◆ **Information**:
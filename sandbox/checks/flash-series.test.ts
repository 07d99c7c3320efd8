import { wcagLuminance } from "culori";
import fc from "fast-check";
import { describe, expect, it } from "vitest";
import { colourToLinear, relativeLuminance } from "../timeline/colour.ts";
import { chromaticityDistance, countFlashes, countRedFlashes, isSaturatedRed } from "./flash-series.ts";

/**
 * The cases are the grey codes and colours of a public, BSD-3 licensed set of flash test media by the
 * authors of the TRACE guideline (jbjord/pse-test-media), 30 frames a second; luminances from WCAG 2.2.
 */
const FPS = 30;
const grey = (code: number) => relativeLuminance(...colourToLinear(code * 0x01_01_01));
const series = (...codes: (number | readonly [number, number])[]) =>
  codes.flatMap((code) =>
    typeof code === "number" ? [grey(code)] : Array.from({ length: code[1] }, () => grey(code[0])),
  );
const isPass = (luminances: readonly number[]) => countFlashes(luminances, FPS).isPass;

describe("countFlashes", () => {
  it("f001: seven transitions of 0.1017 in a second are too many", () => {
    const luminances = series(64, 109, 64, 109, 64, 109, 64, [109, 25]);
    expect(grey(109) - grey(64)).toBeCloseTo(0.1017, 4);
    expect(countFlashes(luminances, FPS)).toMatchObject({ worst: 7, isPass: false });
  });
  it("c001: six transitions are three flashes and pass (G19)", () => {
    expect(countFlashes(series(64, 109, 64, 109, 64, 109, [64, 25]), FPS)).toMatchObject({ worst: 6, isPass: true });
  });
  it("l001: a change of 0.0987 is none", () => {
    expect(grey(108) - grey(64)).toBeCloseTo(0.0987, 4);
    expect(countFlashes(series(64, 108, 64, 108, 64, 108, 64, [108, 25]), FPS).worst).toBe(0);
  });
  it("G19: passes at three flashes, fails at three and a half, whichever way the first goes", () => {
    for (const [a, b] of [
      [0, 255],
      [255, 0],
    ] as const) {
      const alternate = (transitions: number) =>
        series(...Array.from({ length: transitions + 1 }, (_, turn) => (turn % 2 ? b : a)));
      expect([6, 7].map((transitions) => isPass(alternate(transitions)))).toEqual([true, false]);
    }
  });
  it("counts sixteenths that toggle: 90 beats a minute pass at the limit, 100 fail", () => {
    const toggles = (tempo: number) =>
      Array.from({ length: 3000 }, (_, millis) => Math.floor((millis * tempo * 4) / 60_000) % 2);
    expect([90, 100].map((tempo) => countFlashes(toggles(tempo), 1000).isPass)).toEqual([true, false]);
  });
  it("y001: one flash below 0.1 leaves fewer than seven", () => {
    expect(isPass(series(64, 109, 64, 109, 64, 108, 64, [109, 25]))).toBe(true);
  });
  it("f009 and l009: the darker state has to be below 0.80", () => {
    expect([grey(231), grey(232)].map((y) => Math.round(y * 10_000))).toEqual([7991, 8070]);
    expect(isPass(series(231, 244, 231, 244, 231, 244, 231, [244, 25]))).toBe(false);
    expect(isPass(series(231, 243, 231, 243, 231, 243, 231, [243, 25]))).toBe(true);
    expect(isPass(series(232, 255, 232, 255, 232, 255, 232, [255, 25]))).toBe(true);
  });
  it("f011 and c011: seven transitions within 29 frames fail, over exactly one second they pass", () => {
    const until = (last: number) => {
      const luminances = Array.from({ length: 60 }, () => grey(64));
      // Three pulses of one frame are six transitions; the seventh lies `last` frames after the first.
      for (const frame of [1, 8, 16, last + 1]) luminances[frame] = grey(109);
      return luminances;
    };
    expect(countFlashes(until(29), FPS).isPass).toBe(false);
    expect(countFlashes(until(30), FPS).isPass).toBe(true);
  });
  it("f031: a change in several frames is one transition, measured from valley to peak", () => {
    const steps = [64, 109, 139, 109] as const;
    const climbs = series(...steps, ...steps, ...steps, 64, 109, [139, 25]);
    expect(countFlashes(climbs, FPS)).toMatchObject({ worst: 7, isPass: false });
  });
  it("l031: by WCAG it fails too; only a rule that lets slow changes go would pass it", () => {
    const steps = [64, 108, 136, 108] as const;
    expect(grey(136) - grey(64)).toBeCloseTo(0.195, 3);
    expect(isPass(series(...steps, ...steps, ...steps, 64, 108, [136, 25]))).toBe(false);
  });
  it("takes the smallest greys at 0.1 and 0.8 as published: 90 and 232", () => {
    expect([89, 90].map((code) => grey(code) >= 0.1)).toEqual([false, true]);
    expect(grey(89)).toBeCloseTo(wcagLuminance("#595959"), 6);
  });
  it("counts eighths of 180 beats a minute as the limit, of 181 as too many (6 intervals are 0.9945 s)", () => {
    const toggles = (tempo: number) =>
      Array.from({ length: 3000 }, (_, millis) => Math.floor((millis * tempo * 2) / 60_000) % 2);
    expect(countFlashes(toggles(180), 1000).worst).toBe(6);
    expect(countFlashes(toggles(181), 1000).worst).toBe(7);
  });
  it("never finds fewer transitions when the swing grows", () => {
    fc.assert(
      fc.property(
        fc.array(fc.double({ min: 0, max: 0.7, noNaN: true }), { minLength: 2, maxLength: 60 }),
        (luminances) => {
          const calmer = luminances.map((value) => value * 0.5);
          expect(countFlashes(calmer, FPS).transitions.length).toBeLessThanOrEqual(
            countFlashes(luminances, FPS).transitions.length,
          );
        },
      ),
    );
  });
});

describe("countRedFlashes", () => {
  const rgb = (red: number, green: number, blue: number) => colourToLinear((red << 16) | (green << 8) | blue);
  const alternate = (a: readonly [number, number, number], b: readonly [number, number, number]) => [
    a,
    b,
    a,
    b,
    a,
    b,
    a,
    ...Array.from({ length: 25 }, () => b),
  ];
  const red = rgb(101, 34, 34);

  it("red f001: saturated red against a colour 0.2058 away, with hardly any change in luminance", () => {
    const other = rgb(9, 63, 63);
    expect(chromaticityDistance(red, other)).toBeCloseTo(0.2058, 4);
    expect(
      countFlashes(
        alternate(red, other).map((colour) => relativeLuminance(...colour)),
        FPS,
      ).worst,
    ).toBe(0);
    expect(countRedFlashes(alternate(red, other), FPS, "current")).toMatchObject({ worst: 7, isPass: false });
  });
  it("red s001: a red of 0.7993 is not saturated", () => {
    expect([red, rgb(100, 34, 34)].map(isSaturatedRed)).toEqual([true, false]);
    expect(countRedFlashes(alternate(rgb(100, 34, 34), rgb(9, 63, 63)), FPS, "current").worst).toBe(0);
  });
  it("red d001: a distance of 0.1954 is no red flash now, though it was one in 2.1", () => {
    const other = rgb(25, 62, 62);
    expect(chromaticityDistance(red, other)).toBeCloseTo(0.1954, 4);
    expect(countRedFlashes(alternate(red, other), FPS, "current").worst).toBe(0);
    expect(countRedFlashes(alternate(red, other), FPS, "former").worst).toBe(7);
  });
  it("needs the former rule for red against black, which has no chromaticity", () => {
    const pure = rgb(255, 0, 0);
    expect(countRedFlashes(alternate(pure, rgb(0, 0, 0)), FPS, "current").worst).toBe(0);
    expect(countRedFlashes(alternate(pure, rgb(0, 0, 0)), FPS, "former").worst).toBe(7);
    // Flagged once linear red is above 20 / 320 = 0.0625.
    expect(
      [0.0624, 0.0626].map((value) => countRedFlashes(alternate([value, 0, 0], [0, 0, 0]), FPS, "former").worst),
    ).toEqual([0, 7]);
  });
  it("has the published distances from pure red", () => {
    const pure = rgb(255, 0, 0);
    const known = [
      [rgb(255, 255, 255), 0.2587],
      [rgb(0, 255, 0), 0.3281],
      [rgb(0, 0, 255), 0.4572],
      [rgb(255, 0, 255), 0.2419],
      [rgb(255, 128, 0), 0.1322],
      [rgb(180, 0, 0), 0],
    ] as const;
    for (const [colour, distance] of known) expect(chromaticityDistance(pure, colour)).toBeCloseTo(distance, 4);
    // The last two are no red flashes in 2.2, and both are in 2.0 and 2.1.
    for (const [other] of known.slice(4)) {
      const flashes = (["current", "former"] as const).map(
        (rule) => countRedFlashes(alternate(pure, other), FPS, rule).worst,
      );
      expect(flashes).toEqual([0, 7]);
    }
  });
});
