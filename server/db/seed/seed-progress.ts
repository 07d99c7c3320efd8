import { LESSONS } from "../../../lessons/index.ts";
import type { LessonFile } from "../../../lessons/schema.ts";
import { hashText, numbersFrom } from "../../../sandbox/square/stable-chance.ts";
import type { FeatureDeps } from "../../deps.ts";
import { inTransaction } from "../connection.ts";
import { exerciseAttempts, lessonProgress } from "../schema/index.ts";
import type { SeedDay } from "./seed-day.ts";
import type { SeededPeople } from "./seed-people.ts";
import { getId } from "./seed-shows.ts";
import { CLASSES, STUDENTS } from "./world/people.ts";

const DAYS_A_LESSON = 7;

/** Adds how far each student is: the lessons before the class's are done, its own in part. Some have begun nothing. */
export function seedProgress({ db }: FeatureDeps, day: SeedDay, people: SeededPeople): void {
  inTransaction(db, (tx) => {
    for (const student of STUDENTS) {
      const reached = CLASSES.find((one) => one.code === student.classCode)?.lesson ?? 0;
      const next = numbersFrom(hashText(`progress of ${student.key}`));
      for (const lesson of LESSONS) {
        const done = stepsDone(lesson, reached, next());
        const at = day.before(-1 - DAYS_A_LESSON * (reached - lesson.number), "11:20");
        for (const step of lesson.steps.slice(0, done)) {
          const userId = getId(people.userIds, student.key);
          const attempts = step.checks.length > 0 ? 1 + Math.floor(next() * 3) : 0;
          const answer = step.question ? step.question.choices.findIndex((choice) => choice.isRight) : null;
          tx.insert(lessonProgress)
            .values({
              userId,
              lessonId: lesson.id,
              lessonVersion: lesson.version,
              stepId: step.id,
              isDone: true,
              attempts,
              answer,
              source: step.solution,
              updatedAt: at,
            })
            .run();
          for (let attempt = 1; attempt <= attempts; attempt += 1) {
            tx.insert(exerciseAttempts)
              .values({
                userId,
                lessonId: lesson.id,
                stepId: step.id,
                at: at + attempt,
                passed: attempt === attempts,
                problemCode: null,
              })
              .run();
          }
        }
      }
    }
  });
}

function stepsDone(lesson: LessonFile, reached: number, share: number): number {
  if (lesson.number < reached) return lesson.steps.length;
  return lesson.number === reached ? Math.floor(share * lesson.steps.length) : 0;
}
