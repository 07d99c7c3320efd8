import type { Finding } from "../engine/model.ts";
import { SWITCH_LEVEL } from "../timeline/cursor.ts";
import { LinePairs, listOf } from "./by-line.ts";
import type { CheckContext } from "./context.ts";
import { buildFinding, lineOfCue } from "./finding.ts";

/**
 * A line whose levels above 0 never bring a switched light to 50, at which it comes on (rule 20). A
 * fade down from above 50 is a way to switch off and is left alone, and so are the low steps of a loop
 * that reaches 50 in a later turn.
 */
export function findNeverSwitches(context: CheckContext): Finding[] {
  const { tracks, lights } = context;
  const { level } = tracks;
  /** Lines that bring some switched light to 50, or down from there. */
  const reachingLines = new Set<number>();
  const darkLights = new Map<number, number[]>();
  for (const { index, isSwitched } of lights) {
    if (!isSwitched) continue;
    for (let entry = level.first[index] ?? 0; entry < (level.first[index + 1] ?? 0); entry++) {
      const cue = level.cue[entry] ?? 0;
      const to = level.to[entry] ?? 0;
      if (to >= SWITCH_LEVEL || to === 0 || (level.from[entry] ?? 0) >= SWITCH_LEVEL)
        reachingLines.add(lineOfCue(context, cue));
      else listOf(darkLights, cue).push(index);
    }
  }
  const pairs = new LinePairs(context);
  for (const [cue, dark] of darkLights) if (!reachingLines.has(lineOfCue(context, cue))) pairs.add(cue, -1, dark);
  return pairs.list().map((pair) =>
    buildFinding(context, "never-switches", {
      sentence: "This box is on or off. The level stays below 50, so its lights stay off.",
      hint: "Use 50 or more for these lights.",
      measured: { value: highestLevel(context, pair.ticks, pair.lights), limit: SWITCH_LEVEL, unit: "level" },
      moments: pair.ticks,
      lights: pair.lights,
      lines: [pair.line],
    }),
  );
}

function highestLevel(
  { tracks: { level } }: CheckContext,
  ticks: ReadonlySet<number>,
  lights: ReadonlySet<number>,
): number {
  let highest = 0;
  for (const light of lights)
    for (let entry = level.first[light] ?? 0; entry < (level.first[light + 1] ?? 0); entry++) {
      const to = level.to[entry] ?? 0;
      if (ticks.has(level.tick[entry] ?? 0) && to < SWITCH_LEVEL) highest = Math.max(highest, to);
    }
  return highest;
}
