import type { FeatureDeps } from "../../deps.ts";
import type { Actor } from "../../http/actor.ts";
import { UserIdSchema } from "../../../shared/ids.ts";
import { publishLineup } from "../../features/lineup/lineup.service.ts";
import { inTransaction } from "../connection.ts";
import { newId } from "../schema/columns.ts";
import { slots } from "../schema/index.ts";
import type { SeedDay } from "./seed-day.ts";
import type { SeededEvent } from "./seed-event.ts";
import type { SeededPeople } from "./seed-people.ts";
import { getId } from "./seed-shows.ts";
import { STAFF } from "./world/people.ts";
import { listSlots } from "./world/season.ts";

const COORDINATOR = "holm";

/** Places the scheduled shows into the season and publishes the plan, as the coordinator would. */
export function seedLineup(
  deps: FeatureDeps,
  day: SeedDay,
  people: SeededPeople,
  event: SeededEvent,
  forwardIds: ReadonlyMap<string, string>,
): void {
  inTransaction(deps.db, (tx) => {
    for (const { date, startsAt, scriptId, isPinned } of listSlots(day.today)) {
      tx.insert(slots)
        .values({
          id: newId(),
          nightId: getId(event.nightIds, date),
          startsAt,
          forwardId: getId(forwardIds, scriptId),
          isPinned,
        })
        .run();
    }
  });
  const coordinator = STAFF.find((one) => one.key === COORDINATOR);
  const actor: Actor = {
    userId: UserIdSchema.parse(getId(people.userIds, COORDINATOR)),
    roles: ["coordinator"],
    schoolId: null,
    displayName: coordinator?.displayName ?? "",
    access: [{ role: "coordinator" }],
  };
  publishLineup(deps, actor);
}
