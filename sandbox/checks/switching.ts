import type { Finding } from "../engine/model.ts";
import type { OnSpan } from "../timeline/switching.ts";
import { listOf } from "./by-line.ts";
import type { CheckContext } from "./context.ts";
import { buildFinding, lineOfCue } from "./finding.ts";
import { relayWearShare } from "./load-rules.ts";

/** Beats are whole microseconds, ticks fractions of them: a millisecond short is not short. */
const ROUNDING_SECONDS = 0.001;

/** A stretch on, or off between two, that is shorter than a box should switch. */
interface ShortSpan {
  readonly light: number;
  readonly tick: number;
  readonly seconds: number;
  readonly cue: number;
}

/** Finds relays that switch faster than 500 ms, with one finding a script line. */
export function findRelayDwell(context: CheckContext): Finding[] {
  const limit = context.rules.relayDwellSeconds;
  return byLine(context, listShort(context, "relay", limit)).map(([line, short]) => {
    const shortest = Math.min(...short.map(({ seconds }) => seconds));
    return buildFinding(context, "relay-dwell", {
      sentence: `A relay switches after ${inSeconds(shortest)} here. Relays like ${inSeconds(limit)} or more.`,
      hint: 'Leave relays out: `if (front.box !== "relay") { ... }`, or use longer pulses.',
      measured: { value: Math.round(shortest * 1000), limit: Math.round(limit * 1000), unit: "ms" },
      moments: short.map(({ tick }) => tick),
      lights: short.map(({ light }) => light),
      lines: [line],
    });
  });
}

/** Notes times of a solid-state box that are shorter than a half-cycle of the mains, which is the least it can do. */
export function findHalfCycle(context: CheckContext): Finding[] {
  const half = 1 / (2 * context.layout.mains.hertz);
  return byLine(context, listShort(context, "solid-state", half, 1e-6)).map(([line, short]) => {
    const shortest = Math.min(...short.map(({ seconds }) => seconds));
    return buildFinding(context, "half-cycle", {
      sentence: `A box switches after ${inMillis(shortest)} here. It can only switch every ${inMillis(half)}.`,
      hint: "Use longer times: shorter ones may be lost.",
      measured: { value: Math.round(shortest * 10_000) / 10, limit: Math.round(half * 10_000) / 10, unit: "ms" },
      moments: short.map(({ tick }) => tick),
      lights: short.map(({ light }) => light),
      lines: [line],
    });
  });
}

/** Finds relays that come on more often than they are rated for over half a minute. */
export function findRelayRate(context: CheckContext): Finding[] {
  const { rules, tempo, lights } = context;
  const onSpans = context.onSpans();
  const most = rules.relayCyclesPerSecond * rules.relayWindowSeconds;
  let worst = 0;
  const places: { readonly light: number; readonly span: OnSpan }[] = [];
  for (const { index, boxKind } of lights) {
    if (boxKind !== "relay") continue;
    const spans = onSpans[index] ?? [];
    const times = spans.map(({ start }) => tempo.toSeconds(start));
    let oldest = 0;
    let isOver = false;
    times.forEach((time, newest) => {
      while (time - (times[oldest] ?? time) >= rules.relayWindowSeconds) oldest++;
      const count = newest - oldest + 1;
      if (count > most && !isOver) {
        isOver = true;
        const span = spans[oldest];
        if (span !== undefined) places.push({ light: index, span });
      }
      worst = Math.max(worst, count);
    });
  }
  if (places.length === 0) return [];
  return [
    buildFinding(context, "relay-rate", {
      sentence: `A relay comes on ${worst} times in ${rules.relayWindowSeconds} seconds. ${most} are enough.`,
      hint: "Let relays rest: use them on every second bar, or for longer.",
      measured: { value: worst, limit: most, unit: `times in ${rules.relayWindowSeconds} s` },
      moments: places.map(({ span }) => span.start),
      lights: places.map(({ light }) => light),
      lines: places.map(({ span }) => lineOfCue(context, span.cue)),
    }),
  ];
}

/** Finds relays that a season of this show would wear out too far. */
export function findRelayWear(context: CheckContext): Finding[] {
  const { rules } = context;
  const most = (rules.relayWearShare * rules.relayLifeCycles) / rules.seasonPlays;
  const worn = [...countRelayCycles(context)].filter(([, cycles]) => cycles > most);
  if (worn.length === 0) return [];
  const busiest = Math.max(...worn.map(([, cycles]) => cycles));
  const share = getWearShare(context, busiest);
  const spans = worn.flatMap(([light]) => context.onSpans()[light] ?? []);
  return [
    buildFinding(context, "relay-wear", {
      sentence: `A relay comes on ${busiest} times. A season of that takes ${inPercent(share)} of its life.`,
      hint: 'Relays last longer when they switch less: `if (front.box !== "relay") { ... }`.',
      measured: {
        value: Math.round(share * 100),
        limit: Math.round(rules.relayWearShare * 100),
        unit: "% of its life",
      },
      moments: spans.slice(0, 1).map(({ start }) => start),
      lights: worn.map(([light]) => light),
      lines: spans.map(({ cue }) => lineOfCue(context, cue)),
    }),
  ];
}

/** Gives the share of a relay's life that a season of shows takes in which it comes on so often. */
export function getWearShare({ rules }: Pick<CheckContext, "rules">, cycles: number): number {
  return relayWearShare({ cyclesPerShow: cycles, plays: rules.seasonPlays, lifeCycles: rules.relayLifeCycles });
}

/** Gives how often each relay comes on in the show, by light index: what wear is worked out from. */
export function countRelayCycles(context: CheckContext): ReadonlyMap<number, number> {
  const onSpans = context.onSpans();
  const relays = context.lights.filter(({ boxKind }) => boxKind === "relay");
  return new Map(relays.map(({ index }) => [index, onSpans[index]?.length ?? 0]));
}

function listShort(
  { lights, tempo, onSpans }: CheckContext,
  kind: "relay" | "solid-state",
  limit: number,
  rounding = ROUNDING_SECONDS,
): ShortSpan[] {
  const short: ShortSpan[] = [];
  const add = (light: number, start: number, end: number, cue: number) => {
    const seconds = tempo.toSeconds(end) - tempo.toSeconds(start);
    if (seconds < limit - rounding) short.push({ light, tick: start, seconds, cue });
  };
  for (const { index, boxKind } of lights) {
    if (boxKind !== kind) continue;
    const spans = onSpans()[index] ?? [];
    spans.forEach(({ start, end, cue }, place) => {
      add(index, start, end, cue);
      const next = spans[place + 1];
      if (next !== undefined) add(index, end, next.start, next.cue);
    });
  }
  return short;
}

function byLine(context: CheckContext, short: readonly ShortSpan[]): (readonly [number, ShortSpan[]])[] {
  const lines = new Map<number, ShortSpan[]>();
  for (const span of short) listOf(lines, lineOfCue(context, span.cue)).push(span);
  return [...lines].sort(([a], [b]) => a - b);
}

const inPercent = (share: number) => `${Math.round(share * 100)} %`;
const inSeconds = (seconds: number) => `${Math.round(seconds * 100) / 100} s`;
const inMillis = (seconds: number) => `${Math.round(seconds * 10_000) / 10} ms`;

◆ **Instructions for the task**: Please transcribe only the lines in the records above running from the line that has "for (const [a, b]" through the line that has "and l009: the", both included, exactly as they appear.

◆ **Your solution**:
    for (const [a, b] of [
      [0, 255],
      [255, 0],
    ] as const) {
      const alternate = (transitions: number) =>
        series(...Array.from({ length: transitions + 1 }, (_, turn) => (turn % 2 ? b : a)));
      expect([6, 7].map((transitions) => isPass(alternate(transitions)))).toEqual([true, false]);
    }
  });
  it("counts sixteenths that toggle: 90 beats a minute pass at the limit, 100 fail", () => {
    const toggles = (tempo: number) =>
      Array.from({ length: 3000 }, (_, millis) => Math.floor((millis * tempo * 4) / 60_000) % 2);
    expect([90, 100].map((tempo) => countFlashes(toggles(tempo), 1000).isPass)).toEqual([true, false]);
  });
  it("y001: one flash below 0.1 leaves fewer than seven", () => {
    expect(isPass(series(64, 109, 64, 109, 64, 108, 64, [109, 25]))).toBe(true);
  });
  it("f009 and l009: the darker state has to be below 0.80", () => {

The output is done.